ヤンはまだ来ておらず、暗闇からカラカラと音がする。なんだろう、と思ってじぃっと見ているとヤンが到着。と、同時に鉄パイプで思いっきり膝をどつかれるwww息も出来ないくらいに痛くて痛くて、何があったのかも理解できずうずくまる私にヤンの罵声。

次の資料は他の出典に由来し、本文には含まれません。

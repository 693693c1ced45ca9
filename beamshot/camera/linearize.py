"""Linearise a decoded photo: response curve, saturation mask, binning to a working size.

The result is a :class:`LinearImage`: linear RGB normalised to 1 at clipping, its relative
luminance (BT.709 weights on *linear* values), and a mask of pixels that touched clipping.
Binning averages linear values (never encoded ones), so it is photometrically exact.
"""

from __future__ import annotations

from concurrent.futures import ThreadPoolExecutor
from dataclasses import dataclass, field
from functools import cached_property

import cv2
import numpy as np

from ..photo import Photo
from .response import LUMINANCE_WEIGHTS_BT709, Response

__all__ = [
    "WORKING_MAX_SIDE",
    "SATURATION_CODE_FRACTION",
    "LinearImage",
    "linearize",
    "bin_factor_for",
]

#: The longest side of the working image, in pixels (about 0.05 deg per pixel for a 80 deg view).
WORKING_MAX_SIDE = 2000
#: A pixel whose largest channel reaches this fraction of full code is treated as clipped
#: (JPEG ringing spreads clipped areas over the top few codes; common practice).
SATURATION_CODE_FRACTION = 250.0 / 255.0
#: Rows decoded to linear per step, to bound memory on large photos.
_STRIP_ROWS = 128


@dataclass(frozen=True)
class LinearImage:
    """Linear image at working resolution.

    ``rgb`` is ``(h, w, 3)`` float32 linear (1 = clipping), ``luminance`` is ``(h, w)``,
    ``saturated`` is ``(h, w)`` bool.  Working pixel ``(row, col)`` covers full-resolution
    pixels ``[row*b, row*b + b)`` x ``[col*b, col*b + b)`` with ``b = bin_factor``.
    The colour is held either as float values (``rgb_values``) or, straight from an 8-bit
    photo, as 16-bit counts (``rgb_counts``, 65535 = clipping) that become ``rgb`` on first use;
    the luminance is always float.
    """

    luminance: np.ndarray = field(repr=False)
    saturated: np.ndarray = field(repr=False)
    bin_factor: int
    full_shape: tuple[int, int]
    rgb_values: np.ndarray | None = field(default=None, repr=False)
    rgb_counts: np.ndarray | None = field(default=None, repr=False)

    @cached_property
    def rgb(self) -> np.ndarray:
        """``(h, w, 3)`` float32 linear RGB, 1 = clipping."""
        if self.rgb_values is not None:
            return self.rgb_values
        return np.multiply(self.rgb_counts, np.float32(1.0 / 65535.0), dtype=np.float32)

    @property
    def shape(self) -> tuple[int, int]:
        return self.luminance.shape

    def divided_by(self, gain: np.ndarray) -> "LinearImage":
        """Same image with every channel divided by ``gain`` ``(h, w)`` (a flat-field correction)."""
        return LinearImage(rgb_values=self.rgb / gain[..., None], luminance=self.luminance / gain,
                           saturated=self.saturated, bin_factor=self.bin_factor, full_shape=self.full_shape)

    def with_values(self, rgb: np.ndarray) -> "LinearImage":
        """Same geometry and saturation mask, new linear RGB (luminance recomputed)."""
        return LinearImage(
            rgb_values=rgb.astype(np.float32, copy=False),
            luminance=relative_luminance(rgb),
            saturated=self.saturated,
            bin_factor=self.bin_factor,
            full_shape=self.full_shape,
        )


def relative_luminance(rgb: np.ndarray) -> np.ndarray:
    """BT.709 relative luminance of linear RGB ``(..., 3)``."""
    w = np.asarray(LUMINANCE_WEIGHTS_BT709, dtype=np.float32).reshape(1, 3)
    rgb = np.ascontiguousarray(rgb, dtype=np.float32)
    if rgb.ndim == 3 and rgb.shape[2] == 3:
        return cv2.transform(rgb, w)  # weighted channel sum, one SIMD pass
    return (rgb @ w.ravel()).astype(np.float32)


def bin_factor_for(shape: tuple[int, int], max_side: int | None = None) -> int:
    """Integer binning so the longest side is at most ``max_side`` working pixels.

    >>> bin_factor_for((3000, 4000))
    2
    """
    limit = WORKING_MAX_SIDE if max_side is None else max_side
    return max(1, int(np.ceil(max(shape) / limit)))


def _any_clipped(strip: np.ndarray, clip_code: int, b: int) -> np.ndarray:
    """``(rows/b, cols/b)`` bool: True where any channel of any pixel in a ``b`` x ``b`` block reaches ``clip_code``.

    One threshold pass marks clipped channel values; an area resize by ``b`` keeps a block's
    mark above zero if any of its pixels was marked; a block is clear when all three channels are 0.
    """
    rows, cols = strip.shape[0] // b, strip.shape[1] // b
    if strip.max() < clip_code:  # most strips of a well-exposed photo: one fast reduction
        return np.zeros((rows, cols), bool)
    if strip.dtype == np.uint8:
        hit = cv2.threshold(strip, clip_code - 1, 255, cv2.THRESH_BINARY)[1]
    else:
        hit = (strip >= clip_code).astype(np.uint8) * np.uint8(255)
    if b > 1:
        hit = cv2.resize(hit, (cols, rows), interpolation=cv2.INTER_AREA)  # mean > 0 iff any pixel hit
    return cv2.inRange(hit, (0, 0, 0), (0, 0, 0)) == 0


def linearize(photo: Photo, response: Response, *, max_side: int | None = None) -> LinearImage:
    """Decode the response curve and bin ``photo`` to the working resolution.

    8-bit photos go through a 16-bit linear lookup table (absolute error at most 0.5/65535 of
    the clip level, far below one 8-bit code) so that binning runs on integers; strips are
    processed on all cores (OpenCV releases the GIL).
    """
    pixels = photo.bgr  # BGR storage; channels are put in RGB order at working size
    height, width = pixels.shape[:2]
    b = bin_factor_for((height, width), max_side)
    h, w = height // b, width // b
    lut = response.lookup_table(photo.max_code + 1)
    if lut.ndim == 2:
        lut = lut[:, ::-1]  # per-channel table, R G B -> the photo's B G R storage order
    eight_bit = pixels.dtype == np.uint8
    lut16 = None
    if eight_bit:
        lut16 = np.round(np.clip(lut, 0.0, 1.0) * 65535.0).astype(np.uint16)
        lut16 = lut16.reshape(1, 256, 3) if lut16.ndim == 2 else lut16.reshape(1, -1)
    lut = lut.astype(np.float32)  # 24-bit mantissa: far finer than any 16-bit code step
    clip_code = int(np.ceil(SATURATION_CODE_FRACTION * photo.max_code))
    counts = np.empty((h, w, 3), np.uint16) if eight_bit else None
    values = None if eight_bit else np.empty((h, w, 3), np.float32)
    saturated = np.empty((h, w), bool)
    luminance = np.empty((h, w), np.float32)
    step = max(b, (_STRIP_ROWS // b) * b)
    weights = np.asarray(LUMINANCE_WEIGHTS_BT709, np.float32).reshape(1, 3)
    if eight_bit:
        weights = weights / np.float32(65535.0)

    def work(top: int) -> None:
        bottom = min(top + step, h * b)
        strip = pixels[top:bottom, : w * b]
        rows = (bottom - top) // b
        out_rows = slice(top // b, top // b + rows)
        if eight_bit:
            lin = cv2.LUT(strip, lut16)
        elif lut.ndim == 2:
            lin = np.stack([lut[strip[..., c], c] for c in range(3)], axis=-1)
        else:
            lin = lut[strip]
        if b > 1:
            lin = cv2.resize(lin, (w, rows), interpolation=cv2.INTER_AREA)
        saturated[out_rows] = _any_clipped(strip, clip_code, b)
        out = (counts if eight_bit else values)[out_rows]
        cv2.cvtColor(lin, cv2.COLOR_BGR2RGB, dst=out)
        # BT.709 weighted channel sum (cv2.transform keeps the input depth, so go through float)
        luminance[out_rows] = cv2.transform(out.astype(np.float32, copy=False), weights)

    from ..threads import pool_size

    with ThreadPoolExecutor(max_workers=pool_size(4)) as pool:
        list(pool.map(work, range(0, h * b, step)))
    return LinearImage(luminance=luminance, saturated=saturated, bin_factor=b, full_shape=(height, width),
                       rgb_values=values, rgb_counts=counts)
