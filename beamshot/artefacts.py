"""Beam artefacts and shape figures: rings, a centre hole, dark or bright sectors, the principal
axes of the hotspot and the spill, the ISO 11146 / ISO 13694 measures, and the hotspot-to-spill
transition; each as a :class:`~beamshot.figure.Figure` with its uncertainty and status.

Definitions, formulas and sources: docs/artefacts.md (and the docstrings of beamshot.rings,
beamshot.shape_iso).  An artefact that is not distinguishable from noise is reported as an
``upper_bound`` (the largest value the noise could hide) with the reason, its location and width
as ``not_measured``.

All angles are degrees on the azimuthal-equidistant plane about the beam axis (``x = theta cos
phi`` right, ``y = theta sin phi`` up, as seen from behind the light); orientations are azimuths
of a major axis, 0-180 deg counter-clockwise from the right.
"""

from __future__ import annotations

from dataclasses import dataclass, replace

import numpy as np

from ._quiet import quiet_nan
from .beammap import BeamMap, directions
from .figure import Figure, not_measured
from .frames import local_basis
from .hotspot import _rays, peak_rel_noise
from .map_noise import noise_model
from .measure import _clipped_edge_reason
from .rings import CODING_SIGNIFICANCE, MAX_FWHM_DEG, RING_SIGNIFICANCE, find_rings
from .savgol import savgol
from .shape_iso import N_T, hotspot_moments, iso13694

__all__ = ["SHAPE_ORDER", "shape_figures", "ShapeResult", "HOLE_SIGNIFICANCE", "SECTOR_SIGNIFICANCE",
           "ellipse_of_points"]

#: A centre hole is reported when its depth exceeds this many times its 1-sigma noise, and
#: ``HOLE_MIN_DEPTH`` (the smallest dip a maker would act on; project choice).
HOLE_SIGNIFICANCE = 5.0
HOLE_MIN_DEPTH = 0.01
#: Sector non-uniformity is reported as measured when it exceeds this many times its noise.
SECTOR_SIGNIFICANCE = 3.0
#: Azimuth resolution of the sector profile, degrees (a reflector seam or an LED's corner spans more).
SECTOR_SMOOTH_DEG = 10.0
#: An outline is round (no orientation) when its ellipticity is within this many sigma of 1, or
#: within ``ROUND_MIN`` of it (2 % out of round: the least a maker would call oval; project choice).
ROUND_SIGMAS = 3.0
ROUND_MIN = 0.02
#: Draws of the ellipse fit with the contour points moved by their noise (uncertainty).
ELLIPSE_DRAWS = 25

#: Order of the shape figures in reports.
SHAPE_ORDER = (
    "ring_score", "ring_count", "ring_angle", "ring_amplitude", "ring_width",
    "centre_hole_depth", "centre_hole_width",
    "sector_nonuniformity_hotspot", "sector_nonuniformity_spill",
    "hotspot_major_angle", "hotspot_minor_angle", "hotspot_ellipticity", "hotspot_orientation",
    "spill_major_angle", "spill_minor_angle", "spill_ellipticity", "spill_orientation",
    "d4sigma_major", "d4sigma_minor", "d4sigma_ellipticity", "d4sigma_azimuth",
    "hotspot_flatness", "hotspot_uniformity", "hotspot_edge_steepness", "hotspot_transition_width",
)


@dataclass(frozen=True)
class ShapeResult:
    """The shape figures (``SHAPE_ORDER``) and the rings found (for the method text and tests)."""

    figures: dict
    rings: tuple
    centroid_deg: tuple


def ellipse_of_points(x: np.ndarray, y: np.ndarray) -> tuple[float, float, float]:
    """Full major and minor axes (same unit as x, y) and major-axis azimuth (deg, 0-180) of the
    ellipse fitted to the points (OpenCV fitEllipse: least-squares conic, Fitzgibbon et al. 1999)."""
    import cv2

    return _axes(cv2.fitEllipse(np.stack([x, y], axis=1).astype(np.float32)))


def _axes(ellipse) -> tuple[float, float, float]:
    """Full major and minor axes and the major axis's azimuth (deg, 0-180) of an OpenCV ellipse."""
    (_, _), (w, h), ang = ellipse
    if w >= h:
        return float(w), float(h), float(ang % 180.0)
    return float(h), float(w), float((ang + 90.0) % 180.0)


def _contour_points(pk, hot) -> tuple[np.ndarray, np.ndarray]:
    """The 50 % contour's points on the azimuthal-equidistant plane (deg)."""
    e1, e2 = local_basis(pk.vector)
    c = np.asarray(pk.vector, float) / np.linalg.norm(pk.vector)
    b, a = hot.bearings[:, None], hot.alpha[:, None]
    return _ae(np.cos(a) * c + np.sin(a) * (np.cos(b) * e1 + np.sin(b) * e2))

「あんた、うちの男誘惑したやろ!あいつがあんたの事好きや言い始めて、あんたのせいでうちらめっちゃ揉めとんねん!殺したろうかと思ったけど、あんなしょうもないのん、あんたにやるわ。私もう別の男できたし!まぁ、あんたら仲良ぅしいな~」

(はい?ヤン彼の言ってた好きな人ってわしかい!!今初めて聞いたわ!っていうか…)

 

『私、彼氏、いる…困る…いらない…』

「え?あんた彼氏おったん!?架空でか?wほんまにおるんかいな。言うた事ないやんけ」

『言う必要ある?信用もしてないのに言う必要あんの?友達だと思ってんのあんただけでしょ?』

そこへかけつけるヤン彼。ヤンを迎えに来た新彼。ヤンは颯爽と新彼の車であざ笑いながら去っていき、残ったヤン彼、ここぞとばかりに優しくしてくるのでとりあえず病院行くし先輩を呼んでおくれとお願いし病院へ。あー割れちゃってるなーの告知、こんな時になんだけど俺お前の事好きなんだ、次から次に降ってくる色々に私の処理能力は完全にオーバーし、夜の待合室に響く私の大絶叫。

 

だから!私!彼氏いる!

 

何日間かは家の前に花だのなんだのが置かれていたし、電話もかかってきたけれど、いい加減あいたくないしヤンがいなければ出会わなかったんだから私とあなたは友達でも知り合いでもなんでもないです、さようなら、これが!一度目の皿割事件。

二度目は車でひかれたからw(割愛)

 

そんな痴情のもつれから、全く関係ない私が永遠にこの膝の痛みを引きずり、でもそれでも今、思う事があるのです。人は無理な付き合いをすべきではないし、嫌なら嫌だ、辛い事は辛い、ときちんと訴えていかねば、失う物の方が多くなってしまう。それを言えなかった自分には何かしらの罪があるんだろう、と思っていますが、それらからも逃れたくなる日、膝は痛く、今日は雨で逃れのランはお預けです。

 

雨脚が弱まったのでズクズクの洗濯物を取り入れてきます。ああ、走ってどこか遠くへ行ってしまいたい。なかなか忙しい年末になりそうです。おやすみなさい。